# HP USB device not recognized



## DaddyDe (Jan 5, 2010)

Hello... I have an HP 500GB USB Personal Media Drive HD5000s That I have been using for a couple of years or so and I am now getting an error that the USB device is not recognized and the light on the drive just flashes... This same error happens whether I slide the drive into the HP Desktop slot or plug it into the Desktop's or Laptop's USB port via cable... I am a photographer and have over 150,000 important photos on this drive... I have a similar 300GB drive - This sounds mechanical or electrical unrelated to the drive itself so I am wondering if no other answer is known if there might be some way that I can take the drive itself out of it's 500GB case and place it in the 300GB case... I can't see an obvious way to open the cases to try and do the exchange????? Any help at all regarding this matter would be greatly appreciated...
Thank You


----------



## JimE (Apr 16, 2009)

If it isn't recognized in multiple computers, it is likely faulty. You can open the enclosure and try to directly connect the HDD inside another desktop.

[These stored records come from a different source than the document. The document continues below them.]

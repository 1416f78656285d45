//! Finished values to pictures: plain shapes and labels in `f64`, no ephemeris calls, no colours but roles.
//!
//! Lengths are points (1/72 inch), y down.

mod geometry;
mod palette;
mod place;
mod scene;
mod skyline_overlay;
mod strip;
mod text;
mod timeline;

pub use geometry::{Point, Rect};
pub use palette::{Palette, Rgb, Role};
pub(crate) use scene::number;
pub use scene::{
    Align, Hit, Label, Layer, Mark, MarkId, Paint, RibbonPoint, Run, Scene, Shape, Stop, Stroke,
    ribbon_outlines,
};
pub use skyline_overlay::{Level, Outline, OverlayStyle, note_boxes, overlaid, skyline_overlay};
pub use strip::{
    DateRank, StripDate, StripLayout, StripRow, StripText, StripView, StripWindow, strip,
};
pub use text::{Font, Glyph, glyph, width as text_width};
pub use timeline::{
    HourLine, Timeline, TimelineLayout, TimelineMonth, TimelineText, TimelineView, timeline,
    timeline_cursor,
};
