impl SpellMaker<'_> {
    /// The stretches of a window in which the subject is clear of the skyline.
    fn clear(&self, window: &Stretch<Cause>, points: &[Point]) -> Vec<Stretch<Cause>> {
        let changes = self.scan.changes(points);
        let first = points
            .first()
            .is_some_and(|point| self.scan.margin(point) >= 0.0);
        let cause = Cause::Is(Condition::Skyline);
        let mut clear = between_changes(window.from, window.to, first, &changes, cause);
        if first && let Some(stretch) = clear.first_mut() {
            stretch.opens = window.opens;
        }
        if let Some(stretch) = clear.last_mut()
            && stretch.to >= window.to
        {
            stretch.closes = window.closes;
        }
        clear
    }

    fn spell(&self, stretch: &Stretch<Cause>, points: &[Point]) -> Spell {
        let best = self.best(stretch, points);
        Spell {
            start: self.edge(stretch.from, stretch.opens, stretch.days(), End::Start),
            finish: self.edge(stretch.to, stretch.closes, stretch.days(), End::Finish),
            best,
            cautions: self.cautions(stretch),
        }
    }

    /// Where an inner planet stands out most in a stretch, for an eye; else the subject's highest point.
    fn best(&self, stretch: &Stretch<Cause>, points: &[Point]) -> BestMoment {
        if let Some(viewer) = &self.rules.best_for
            && self.tracks.subject().is_inner_planet()
        {
            let span = Span {
                from: Tt::from_days(stretch.from),
                to: Tt::from_days(stretch.to),
            };
            if let Some((at, _)) = viewer.best_within(self.tracks, span) {
                return self.moment(at.days(), BestBecause::StandsOutMost);
            }
        }
        let height = |days: f64| self.tracks.standing(Which::Subject, days).direction.z;
        let mut best = (stretch.from, height(stretch.from));
        let mut because = BestBecause::SinksFromStart;
        let end = (stretch.to, height(stretch.to));
        if end.1 > best.1 {
            best = end;
            because = BestBecause::ClimbsToEnd;
        }
        let inside = points
            .iter()
            .filter(|point| stretch.from < point.days && point.days < stretch.to);
        let highest = inside
            .map(|point| (point.days, libm::sin(point.true_altitude)))
            .reduce(|a, b| if b.1 > a.1 { b } else { a });
        // A culmination between two samples, or between a sample and an end.
        let middle = highest.unwrap_or_else(|| {
            let days = 0.5 * (stretch.from + stretch.to);
            (days, height(days))
        });
        let step = super::site_tracks::SAMPLE_STEP;
        let low = (middle.0 - step).max(stretch.from);
        let high = (middle.0 + step).min(stretch.to);
        let Ok((at, depth)) = minimum(low, (middle.0, -middle.1), high, 1e-5, |days| {
            Ok::<_, std::convert::Infallible>(-height(days))
        });
        // Within three seconds of an end it is the end.
        let off_ends = at - stretch.from > 4e-5 && stretch.to - at > 4e-5;
        if -depth > best.1 && off_ends {
            best = (at, -depth);
            because = BestBecause::Culminates;
        }
        self.moment(best.0, because)
    }

    fn moment(&self, days: f64, because: BestBecause) -> BestMoment {
        let instant = Tt::from_days(days);
        let air = &self.tracks.site().air;
        let Some(LocalSky {
            subject,
            moon,
            sun,
            moon_lit_fraction,
            magnitude,
            diameter,
            ..
        }) = self.tracks.at(instant)
        else {
            // Spells lie within the tracks.
            return BestMoment {
                instant,
                because,
                altitude: Angle::ZERO,
                azimuth: Angle::ZERO,
                skyline: Angle::ZERO,
                sun_altitude: Angle::ZERO,
                moon_altitude: Angle::ZERO,
                moon_separation: Angle::ZERO,
                moon_lit_fraction: 0.0,
                magnitude: 0.0,
                diameter: Angle::ZERO,
            };
        };
        BestMoment {
            instant,
            because,
            altitude: apparent_from_true(subject.altitude(), air),
            azimuth: subject.azimuth(),
            skyline: self.skyline.altitude_at(subject.azimuth()),
            sun_altitude: sun.altitude(),
            moon_altitude: moon.altitude(),
            moon_separation: subject.separation(&moon),
            moon_lit_fraction,
            magnitude,
            diameter,
        }
    }

    fn edge(&self, days: f64, cause: Cause, spell_days: f64, end: End) -> Edge {
        let conditions = &self.rules.conditions;
        let tracks = self.tracks;
        let cause_of = |condition: Condition| match condition {
            Condition::Weekday => EdgeCause::Weekday,
            Condition::Moon => EdgeCause::MoonDistance {
                separation: moon_separation(tracks, days),
            },
            Condition::Occultation => EdgeCause::Occultation,
            Condition::LeastAltitude => EdgeCause::LeastAltitude {
                limit: conditions.least_altitude,
            },
            Condition::Hours => EdgeCause::Hours,
            Condition::SunAltitude => EdgeCause::SunAltitude {
                limit: conditions.sun_below,
            },
            Condition::SunDown => {
                let (after, before) = self.rules.sun_down.minutes().unwrap_or((0.0, 0.0));
                EdgeCause::SunDown {
                    minutes: if end == End::Start { after } else { before },
                }
            }
            Condition::Skyline => {
                // On the blocked side, so that it is the wall that is named and not what stands before it.
                let off = 4.0 * TOLERANCE_DAYS;
                let outside = days + if end == End::Start { -off } else { off };
                EdgeCause::Skyline {
                    part: self.scan.part_name(outside).map(str::to_owned),
                    azimuth: tracks.standing(Which::Subject, days).azimuth(),
                }
            }
        };
        let cause = match cause {
            Cause::Night => EdgeCause::NightLimit,
            Cause::Is(condition) => cause_of(condition),
            Cause::MoonHorizon => EdgeCause::MoonHorizon {
                separation: moon_separation(tracks, days),
            },
            Cause::MoonDistance => cause_of(Condition::Moon),
            Cause::MoonLit => EdgeCause::MoonLit {
                lit_fraction: conditions.moon.map_or(0.0, |moon| moon.unless_lit_below),
            },
        };
        Edge {
            instant: Tt::from_days(days),
            uncertainty_minutes: self.uncertainty_minutes(days, &cause, spell_days, end),
            cause,
        }
    }

    /// How long the subject takes over the error in height.
    fn uncertainty_minutes(&self, days: f64, cause: &EdgeCause, spell_days: f64, end: End) -> f64 {
        const MOST_MINUTES: f64 = 720.0;
        let here = point(self.tracks, days);
        let refraction = (here.apparent_altitude - here.true_altitude).abs();
        let air = refraction * REFRACTION_SCATTER;
        let error = match cause {
            EdgeCause::Skyline { .. } => {
                let skyline = self.rules.skyline_error.radians();
                (skyline * skyline + air * air).sqrt()
            }
            EdgeCause::LeastAltitude { .. } => air,
            _ => return 0.0,
        };
        // Inwards, over no more than half a minute and no more than the spell.
        let reach = (30.0 / SECONDS_PER_DAY).min(spell_days).max(TOLERANCE_DAYS);
        let into = if end == End::Start { reach } else { -reach };
        let rate = match cause {
            EdgeCause::Skyline { .. } => self.scan.departure(days, into),
            _ => {
                let there = point(self.tracks, days + into);
                (there.apparent_altitude - here.apparent_altitude).abs() / reach
            }
        };
        // A subject that grazes its limit gathers speed by the turning of the sky: error = rate t + 1/2 bend t^2.
        let latitude = self.tracks.site().latitude.cos();
        let bend = (40.0 * latitude.abs() * libm::cos(here.true_altitude)).max(1e-3);
        let time = (-rate + (rate * rate + 2.0 * bend * error).sqrt()) / bend;
        (time * SECONDS_PER_DAY / 60.0).min(MOST_MINUTES)
    }

    /// Whether the Sun is up and near at any time of the stretch, looked at every two minutes and at its ends.
    fn cautions(&self, stretch: &Stretch<Cause>) -> Cautions {
        const STEPS_PER_DAY: f64 = 720.0;
        let sound = self.tracks.cautions();
        if self.rules.sun_down.minutes().is_some() {
            return sound;
        }
        let site = self.tracks.site();
        let horizon = true_from_apparent(-horizon_dip(site.height_above_surroundings_m), &site.air);
        let near = |days: f64| {
            let sun = self.tracks.standing(Which::Sun, days);
            let limb = sun.altitude() + semidiameter(Body::Sun, sun.distance_au);
            let subject = self.tracks.standing(Which::Subject, days);
            limb >= horizon && subject.separation(&sun) < self.rules.sun_distance
        };
        let steps = (stretch.days() * STEPS_PER_DAY).ceil().max(1.0) as usize;
        let any = (0..=steps)
            .map(|k| stretch.from + stretch.days() * k as f64 / steps as f64)
            .any(near);
        sound.with_if(any, Caution::SunNear)
    }

    fn behind_skyline(&self, windows: impl Iterator<Item = Stretch<Cause>>) -> Closed {
        let windows: Vec<Stretch<Cause>> = windows.collect();
        let missing = |days: f64| Some(-self.scan.margin(&point(self.tracks, days)));
        let (nearest, least) = least_within(&windows, missing);
        Closed {
            condition: Condition::Skyline,
            shortfall: least.map_or(Shortfall::Whole, |by| {
                Shortfall::Angle(Angle::from_radians(by))
            }),
            nearest: nearest.map(Tt::from_days),
            lasting_days: total_days(&windows),
            alone: true,
        }
    }
}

That will identify whether the inclosure or the drive itself is faulty.


----------



## Fergalcatski (Jul 31, 2008)

DaddyDe
You asked for advice on opening the case of your HP Personal Media Drives. I have 2 HP Personal Media Drives with 160GB discs. Assuming the design is similar to the 300 & 500GB drives you own then it is straigtforward (although not obvious!) On each side of the drive you will see a long narrow strip of black plastic. At one end is wraps around the end for about 1cm or less. Using your fingernail or a small, slender screwdriver, gently prise up the short piece of plastic to enable you to pull the complete strip out. It sits in a groove so don't force it. Do the same with the strip on the other side. You should then be able to take apart the the two metal sides of the case. I found with mine that as soon as the plastic strips were removed one of the side pieces came away immediately. The other had to be gently prised off. I hope this helps.


----------



## Fergalcatski (Jul 31, 2008)

Fergalcatski said:


> DaddyDe
> You asked for advice on opening the case of your HP Personal Media Drives. I have 2 HP Personal Media Drives with 160GB discs. Assuming the design is similar to the 300 & 500GB drives you own then it is straigtforward (although not obvious!) On each side of the drive you will see a long narrow strip of black plastic. At one end is wraps around the end for about 1cm or less. Using your fingernail or a small, slender screwdriver, gently prise up the short piece of plastic to enable you to pull the complete strip out. It sits in a groove so don't force it. Do the same with the strip on the other side. You should then be able to take apart the the two metal sides of the case. I found with mine that as soon as the plastic strips were removed one of the side pieces came away immediately. The other had to be gently prised off. I hope this helps.


----------



## njineer (May 12, 2010)

How did you make out with your drive? I had the exact same problem with my 500GB HP Personal Media Drive. Tore mine apart and found a seagate Barracuda drive inside which according to multiple searches has a firmware glitch that causes it not to be recognized. Once this happens, no way to access the drive through software on your PC, turning on and off, etc. There is however, a procedure to unlock the drive using a communication terminal program and some relatively simple electronics. Once the drive is unlocked, the data is unharmed and available (although the firmware should be upgraded to prevent the drive from locking up again). I haven't put any details on opening the drive nor the unlocking procedure here, but if you're still interested, let me know and I'll point you to some links that I found useful. cheers.


----------